# '14 Audi RS6 announced, what does everyone think?



## bm323 (Jul 14, 2010)

Trust the Audifanboy to introduce us the new RS6 

My bets are that it will still be an understeering, front heavy car with steering feel worse than the F10 (since they haven't solve their perennial weaknesses in the 2013 S8); but yes, faster than the M5 in the straights


----------



## Keyser Soze (Oct 24, 2003)

SuperTerp said:


> Lol reminds me of dragon skin
> 
> Would peak my interest if I didn't feel like I should have a carseat and my kid is an honor roll student sticker on the back.


Chicken wire


----------



## AutoUnion (Apr 11, 2005)

bm323 said:


> Trust the Audifanboy to introduce us the new RS6
> 
> My bets are that it will still be an understeering, front heavy car with steering feel worse than the F10 (since they haven't solve their perennial weaknesses in the 2013 S8); but yes, faster than the M5 in the straights


Meanwhile, over at BMW, this beauty is being made


----------



## Ajax (Feb 1, 2002)

SW logic:

It's really nice to haul ass whenever you want to, and your bike will actually fit in the back without much contortion and luck...

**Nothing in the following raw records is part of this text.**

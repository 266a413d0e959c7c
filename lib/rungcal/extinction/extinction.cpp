// SPDX-License-Identifier: MIT
#include "rungcal/extinction/extinction.hpp"

#include <array>
#include <cmath>
#include <vector>

#include <fmt/format.h>

#include "rungcal/core/error.hpp"

namespace rungcal {
namespace {

// Horner evaluation of sum c[i] y^i.
template <std::size_t N>
double polynomial(const std::array<double, N>& c, double y) {
  double v = 0.0;
  for (std::size_t i = N; i-- > 0;) v = v * y + c[i];
  return v;
}

struct AB {
  double a, b;
};

// CCM89 (and O'Donnell 1994) a(x), b(x); optical polynomials chosen by the caller.
AB cardelli_ab(double x, bool odonnell) {
  if (x < 1.1) {
    double p = std::pow(x, 1.61);
    return {0.574 * p, -0.527 * p};
  }
  if (x < 3.3) {
    double y = x - 1.82;
    if (odonnell) {
      static constexpr std::array<double, 9> a = {1.0,    0.104,  -0.609, 0.701, 1.137,
                                                  -1.718, -0.827, 1.647,  -0.505};
      static constexpr std::array<double, 9> b = {0.0,    1.952, 2.908,   -3.989, -7.985,
                                                  11.102, 5.491, -10.805, 3.347};
      return {polynomial(a, y), polynomial(b, y)};
    }
    static constexpr std::array<double, 8> a = {1.0,     0.17699, -0.50447, -0.02427,
                                                0.72085, 0.01979, -0.77530, 0.32999};
    static constexpr std::array<double, 8> b = {0.0,      1.41338,  2.28305, 1.07233,
                                                -5.38434, -0.62251, 5.30260, -2.09002};
    return {polynomial(a, y), polynomial(b, y)};
  }
  if (x < 8.0) {
    double fa = 0.0, fb = 0.0;
    if (x > 5.9) {
      double u = x - 5.9;
      fa = -0.04473 * u * u - 0.009779 * u * u * u;
      fb = 0.2130 * u * u + 0.1207 * u * u * u;
    }
    return {1.752 - 0.316 * x - 0.104 / ((x - 4.67) * (x - 4.67) + 0.341) + fa,
            -3.090 + 1.825 * x + 1.206 / ((x - 4.62) * (x - 4.62) + 0.263) + fb};
  }
  double z = x - 8.0;
  return {-1.073 - 0.628 * z + 0.137 * z * z - 0.070 * z * z * z,
          13.670 + 4.257 * z - 0.420 * z * z + 0.374 * z * z * z};
}

// Fitzpatrick & Massa (1990) UV curve k(x) = E(x-V)/E(B-V) with Fitzpatrick 1999's
// R_V-dependent c1, c2 and fixed x0, gamma, c3, c4.
double fm_uv_k(double x, double r_v) {
  constexpr double x0 = 4.596, gamma = 0.99, c3 = 3.23, c4 = 0.41;
  double c2 = -0.824 + 4.717 / r_v;
  double c1 = 2.030 - 3.007 * c2;
  double x2 = x * x;
  double d = x2 / ((x2 - x0 * x0) * (x2 - x0 * x0) + x2 * gamma * gamma);
  double f = 0.0;
  if (x >= 5.9) {
    double u = x - 5.9;
    f = 0.5392 * u * u + 0.05644 * u * u * u;
  }
  return c1 + c2 * x + c3 * d + c4 * f;
}

// Natural cubic spline (zero second derivative at both ends) through (xs, ys), xs rising;
// the second derivatives come from the usual tridiagonal system (Thomas algorithm).
double natural_spline(const std::vector<double>& xs, const std::vector<double>& ys, double x) {
  const std::size_t n = xs.size();
  std::vector<double> h(n - 1), diag(n, 0.0), rhs(n, 0.0), m(n, 0.0);
  for (std::size_t i = 0; i + 1 < n; ++i) h[i] = xs[i + 1] - xs[i];
  for (std::size_t i = 1; i + 1 < n; ++i) {
    diag[i] = 2.0 * (h[i - 1] + h[i]);
    rhs[i] = 6.0 * ((ys[i + 1] - ys[i]) / h[i] - (ys[i] - ys[i - 1]) / h[i - 1]);
  }
  for (std::size_t i = 2; i + 1 < n; ++i) {
    double w = h[i - 1] / diag[i - 1];
    diag[i] -= w * h[i - 1];
    rhs[i] -= w * rhs[i - 1];
  }
  m[n - 2] = rhs[n - 2] / diag[n - 2];
  for (std::size_t i = n - 3; i >= 1; --i) m[i] = (rhs[i] - h[i] * m[i + 1]) / diag[i];
  std::size_t k = 0;
  while (k + 2 < n && x > xs[k + 1]) ++k;
  double a = (xs[k + 1] - x) / h[k], b = (x - xs[k]) / h[k];
  return a * ys[k] + b * ys[k + 1] +
         ((a * a * a - a) * m[k] + (b * b * b - b) * m[k + 1]) * h[k] * h[k] / 6.0;
}

// Fitzpatrick 1999 A_lambda / E(B-V).
double fitzpatrick_a_over_ebv(double x, double r_v) {
  constexpr double kUvCut = 1e4 / 2700.0;
  if (x >= kUvCut) return fm_uv_k(x, r_v) + r_v;
  const double s = r_v / 3.1;
  std::vector<double> xs = {0.0,          1e4 / 26500.0, 1e4 / 12200.0, 1e4 / 6000.0, 1e4 / 5470.0,
                            1e4 / 4670.0, 1e4 / 4110.0,  1e4 / 2700.0,  1e4 / 2600.0};
  std::vector<double> ys = {
      0.0,
      0.26469 * s,
      0.82925 * s,
      -4.22809e-01 + 1.00270 * r_v + 2.13572e-04 * r_v * r_v,
      -5.13540e-02 + 1.00216 * r_v - 7.35778e-05 * r_v * r_v,
      7.00127e-01 + 1.00184 * r_v - 3.32598e-05 * r_v * r_v,
      1.19456 + 1.01707 * r_v - 5.46959e-03 * r_v * r_v + 7.97809e-04 * r_v * r_v * r_v -
          4.45636e-05 * r_v * r_v * r_v * r_v,
      fm_uv_k(xs[7], r_v) + r_v,
      fm_uv_k(xs[8], r_v) + r_v,
  };
  return natural_spline(xs, ys, x);
}

}  // namespace

WavelengthRange law_range(ExtinctionLaw law) {
  switch (law) {
    case ExtinctionLaw::kCCM89:
    case ExtinctionLaw::kOD94:
      return {1000.0, 1e4 / 0.3};
    case ExtinctionLaw::kF99:
      return {910.0, 60000.0};
  }
  return {0, 0};
}

double extinction_ratio(ExtinctionLaw law, double wavelength_aa, double r_v) {
  if (!(r_v > 0.0) || !std::isfinite(r_v))
    throw InputError({}, "config_value", fmt::format("R_V = {} must be a positive number", r_v));
  WavelengthRange range = law_range(law);
  if (!(wavelength_aa >= range.min_aa && wavelength_aa <= range.max_aa))
    throw InputError(
        {}, "outside_law_range",
        fmt::format("{} A is outside the {} law's range, {:.0f} to {:.0f} A", wavelength_aa,
                    kExtinctionLawNames.name(law), range.min_aa, range.max_aa));
  const double x = 1e4 / wavelength_aa;
  switch (law) {
    case ExtinctionLaw::kCCM89: {
      AB ab = cardelli_ab(x, false);
      return ab.a + ab.b / r_v;
    }
    case ExtinctionLaw::kOD94: {
      AB ab = cardelli_ab(x, true);
      return ab.a + ab.b / r_v;
    }
    case ExtinctionLaw::kF99:
      return fitzpatrick_a_over_ebv(x, r_v) / r_v;
  }
  return 0.0;
}

}  // namespace rungcal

I like it, but am skeptical about Audi's reliability.


----------



## AutoUnion (Apr 11, 2005)

Ajax said:


> I like it, but am skeptical about Audi's reliability.


You mean the same brand that has better than BMW for the last couple years?


----------



## bm323 (Jul 14, 2010)

AutoUnion said:


> Meanwhile, over at BMW, this beauty is being made


Yup, you mean this http://2.bp.blogspot.com/-Kj0iaVcDO...ONG4M2ij10/s1600/2014-BMW-4-Series-Coupe-.jpg

http://2.bp.blogspot.com/-Kj0iaVcDO...ONG4M2ij10/s1600/2014-BMW-4-Series-Coupe-.jpg

Allow me to introduce the biggest Audifanboy on the F10 bimmerfest forum "Auto Union was an amalgamation of four German automobile manufacturers, founded in 1932 and established in 1936 in Chemnitz, Saxony, during the Great Depression. The company has evolved into present day Audi, as a subsidiary of Volkswagen Group" http://en.wikipedia.org/wiki/Auto_Union

who keeps lambasting the F10 whenever there is an opportunity to  one who feels jabbed whenever Audi or their cars are spoken ill of; one who claims he has the X5


----------



## AutoUnion (Apr 11, 2005)

bm323 said:


> who keeps lambasting the F10 whenever there is an opportunity to  *one who feels jabbed whenever Audi or their cars are spoken ill* of; one who claims he has the X5


Look at yourself brah. I'm not the one freaking out whenever something bad is said about BMW.

Anyways, you're back on my ignore list. Congrats. Don't have time to deal with children who freak out over the most mundane things.


----------



## Ajax (Feb 1, 2002)

AutoUnion said:


> You mean the same brand that has better than BMW for the last couple years?


Yep, the same brand that all my friends and coworkers say they will never buy again. The one with the 4 rings, not the roundel.


----------



## Dave 330i (Jan 4, 2002)

rezo said:


> Nice. I'm done here - going back to enjoy my slow, underpowered 550...........


 That thing might give my 997 Turbo a run for the money.


----------